The ICC’s negligence regarding Western armies’ atrocities was consistently brought up, especially in relation to Palestine, Iraq and Afghanistan. As Valentina Azarova and Triestino Mariniello and I have previously argued in two articles, the court’s action on crimes committed against Palestinians could help it redress its problems with effectiveness and legitimacy.

As a legal scholar, I have not come across any rigorously justified accusation against the court that it is biased against “elected leaders” of “democratic states”, as the Post suggests.
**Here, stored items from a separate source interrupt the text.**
using MathNet.Numerics.Distributions;
using RiskWorker.Domain.Instruments;
using RiskWorker.Domain.Runs;
using RiskWorker.TestKit;

namespace RiskWorker.Engine.Tests.Ageing;

/// <summary>Options and forwards that expire inside ten days, against closed forms of the payoff's law on the day that it falls on.</summary>
public sealed class AgedOptionTests
{
    private const int N = 100_000;
    private const int Horizon = 10;

    // Short a call: the loss rises with the level on its last day, so its quantile is the payoff at the level's quantile (log-normal, worked here).
    [Theory]
    [InlineData(1, 100, 0.99)]
    [InlineData(4, 98, 0.975)]
    [InlineData(9, 103, 0.99)]
    [InlineData(10, 100, 0.99)]
    public void Quantile_of_a_payoff_inside_is_that_of_the_level_on_its_day(int day, double strike, double confidence)
    {
        var book = Short(AgedKinds.Call(AgedMarket.Close(day), strike), 0.4).Compile(Horizon);
        double[] losses = [.. book.Losses(N)[book.RowOf("CALL", Horizon)].Order()];
        var level = AgedMarket.S0 * Math.Exp((Drift(0.4) * day) + (AgedMarket.Sigma * Math.Sqrt(day) * Normal.InvCDF(0, 1, confidence)));
        var expected = Math.Max(level - strike, 0) - Premium(day, strike);
        // Four standard deviations of the rank either way.
        var (rank, spread) = (N * confidence, 4 * Math.Sqrt(N * confidence * (1 - confidence)));
        Assert.InRange(expected, losses[(int)(rank - spread)], losses[(int)(rank + spread)]);
    }

    // E (S - K)+ under the drift of the model: Black's formula without a discount, worked here.
    [Theory]
    [InlineData(2, 99)]
    [InlineData(6, 102)]
    public void Mean_of_a_payoff_inside_is_its_expectation_under_the_model(int day, double strike)
    {
        var book = Short(AgedKinds.Call(AgedMarket.Close(day), strike), 0.4).Compile(Horizon);
        var premium = Premium(day, strike);
        double[] payoffs = [.. book.Losses(N)[book.RowOf("CALL", Horizon)].Select(loss => loss + premium)];
        var (s, forward) = (AgedMarket.Sigma * Math.Sqrt(day), AgedMarket.S0 * Math.Exp((Drift(0.4) * day) + (AgedMarket.Sigma * AgedMarket.Sigma * day / 2)));
        var d1 = (Math.Log(forward / strike) / s) + (s / 2);
        var expected = (forward * Normal.CDF(0, 1, d1)) - (strike * Normal.CDF(0, 1, d1 - s));
        var mean = payoffs.Average();
        var error = Math.Sqrt(payoffs.Average(p => (p - mean) * (p - mean)) / N);
        Assert.InRange((mean - expected) / error, -4, 4);
    }

    // What is alive at the end is worth what the same option is worth on that date, at the level there.
    [Theory]
    [InlineData(ExerciseStyle.European)]
    [InlineData(ExerciseStyle.American)]
    public void Option_that_lives_on_is_valued_with_the_time_that_is_left(ExerciseStyle style)
    {
        var option = AgedKinds.Call(AgedKinds.Later, 101, style, right: OptionRight.Put);
        var book = new AgedMarket().Holding(option).Showing("S", Horizon).Compile(Horizon);
        var losses = book.Losses(40);
        var levels = AgedMarket.Levels(book, losses, "S", Horizon, Horizon);
        for (var i = 0; i < levels.Length; i++)
            Assert.Equal(Rebound.Value(option, AgedMarket.AsOf, AgedMarket.S0) - Rebound.Value(option, AgedMarket.Close(Horizon), levels[i]), losses[book.RowOf("CALL", Horizon)][i], 2e-5);
    }

    [Fact]
    public void Call_less_put_less_forward_is_nothing_in_every_scenario()
    {
        var (expiry, curve) = (AgedMarket.Close(6), RateTerm.Of(0.03));
        var market = new AgedMarket().Holding(AgedKinds.Call(expiry, 97), AgedKinds.Call(expiry, 97, right: OptionRight.Put, name: "PUT"),
            new Forward(new("S", null), 97, expiry, curve, RateTerm.Of(0.01), null) { Name = "FORWARD", Currency = "EUR" });
        var book = market.Compile(Horizon);
        var losses = book.Losses(2_000);
        for (var i = 0; i < 2_000; i++)
            Assert.Equal(0, losses[book.RowOf("CALL", Horizon)][i] - losses[book.RowOf("PUT", Horizon)][i] - losses[book.RowOf("FORWARD", Horizon)][i], 1e-12);
    }

    // A delta hedge does not follow an option past its last day: the share moves on, the payoff stands.
    [Fact]
    public void Share_against_a_payoff_keeps_the_moves_after_its_day()
    {
        var book = new AgedMarket().Holding(AgedKinds.Call(AgedMarket.Close(3), 1), new Spot("S") { Name = "SHARE", Currency = "EUR" }).Showing("S", 3, Horizon).Compile(Horizon);
        var losses = book.Losses(500);
        var (then, end) = (AgedMarket.Levels(book, losses, "S", 3, Horizon), AgedMarket.Levels(book, losses, "S", Horizon, Horizon));
        var premium = Premium(3, 1);
        for (var i = 0; i < 500; i++)
            Assert.Equal(end[i] - then[i] + 1 + (premium - AgedMarket.S0), losses[book.RowOf("CALL", Horizon)][i] - losses[book.RowOf("SHARE", Horizon)][i], 1e-11);
    }

    // 5 dollars a unit at strike: paid on day 4, turned into euros at the rate of day 10.
    [Fact]
    public void Money_paid_in_a_foreign_currency_is_converted_at_the_end()
    {
        var forward = new Forward(new("U", null), 45, AgedMarket.Close(4), null, null, null) { Name = "USD-FORWARD", Currency = "USD" };
        var shown = new Forward(new("U", null), 0.01, AgedMarket.Close(4), null, null, null) { Name = "USD-SHOWN", Currency = "USD" };
        var book = new AgedMarket().Holding(forward, shown).Showing("X", Horizon).Compile(Horizon);
        var losses = book.Losses(500);
        var rates = AgedMarket.Levels(book, losses, "X", Horizon, Horizon);
        for (var i = 0; i < 500; i++)
        {
            // Both pay the level less a strike: their difference is known in dollars.
            var difference = losses[book.RowOf("USD-SHOWN", Horizon)][i] - losses[book.RowOf("USD-FORWARD", Horizon)][i];
            Assert.Equal((AgedMarket.X0 - rates[i]) * (45 - 0.01), difference, 1e-11);
        }
    }

    // Saturday after a Friday: its close is Friday's, so nothing is left to chance.
    [Fact]
    public void Option_that_expires_on_the_weekend_after_the_as_of_date_pays_on_its_close()
    {
        var option = AgedKinds.Call(AgedMarket.AsOf.AddDays(1), 96);
        var book = new AgedMarket().Holding(option).Compile(1, Horizon);
        var expected = Rebound.Value(option, AgedMarket.AsOf, AgedMarket.S0) - 4;
        foreach (var horizon in new[] { 1, Horizon }) Assert.All(book.Losses(100)[book.RowOf("CALL", horizon)], loss => Assert.Equal(expected, loss, 1e-12));
    }

    [Fact]
    public void Option_on_its_last_day_pays_on_the_close_that_has_been()
    {
        var book = new AgedMarket().Holding(AgedKinds.Call(AgedMarket.AsOf, 96)).Compile(Horizon);
        Assert.All(book.Losses(100)[book.RowOf("CALL", Horizon)], loss => Assert.Equal(0, loss, 1e-12));
    }

    [Fact]
    public void Future_keeps_the_change_of_its_price()
    {
        var future = new Future("S") { Name = "FUTURE", Currency = "EUR", Multiplier = 10 };
        var book = new AgedMarket().Holding(future).Compile(Horizon);
        var still = new AgedMarket { Ageing = AgeingKind.None }.Holding(future).Compile(Horizon);
        BitAssert.Equal(still.Losses(200)[still.RowOf("FUTURE", Horizon)], book.Losses(200)[book.RowOf("FUTURE", Horizon)]);
    }

    private static AgedMarket Short(Option option, double drift) => new AgedMarket { Drift = drift }.Holding(option with { Multiplier = -1 });

    private static double Premium(int day, double strike) => Rebound.Value(AgedKinds.Call(AgedMarket.Close(day), strike), AgedMarket.AsOf, AgedMarket.S0);

    // Of the logarithm, a day: the return of a year over 252 days less half the variance.
    private static double Drift(double perYear) => (perYear / 252) - (AgedMarket.Sigma * AgedMarket.Sigma / 2);
}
US attacks on the ICC – starting with the 2002 Hague Invasion Act, which threatens US invasion of any state complying with an ICC arrest warrant for US citizens – have been crude expressions of US hegemony and unpolished thuggery.

Israel itself has engaged in similar activities, as an investigation by +972 Magazine, the Local Call and The Guardian revealed in May. According to these publications, Israel ran a nine-year, state-orchestrated espionage and intimidation campaign against the ICC to shield its nationals from prosecution.

In the end, even in its decision to proceed with prosecution in the Palestine file, the ICC is doing the bare minimum of what it should be. And it is not its “bias” – as The Washington Post argues – that compels it to act, but rather the Israeli conduct – its magnitude, degree of cruelty and unprecedented availability of conclusive evidence.

The views expressed in this article are the author’s own and do not necessarily reflect Al Jazeera’s editorial stance.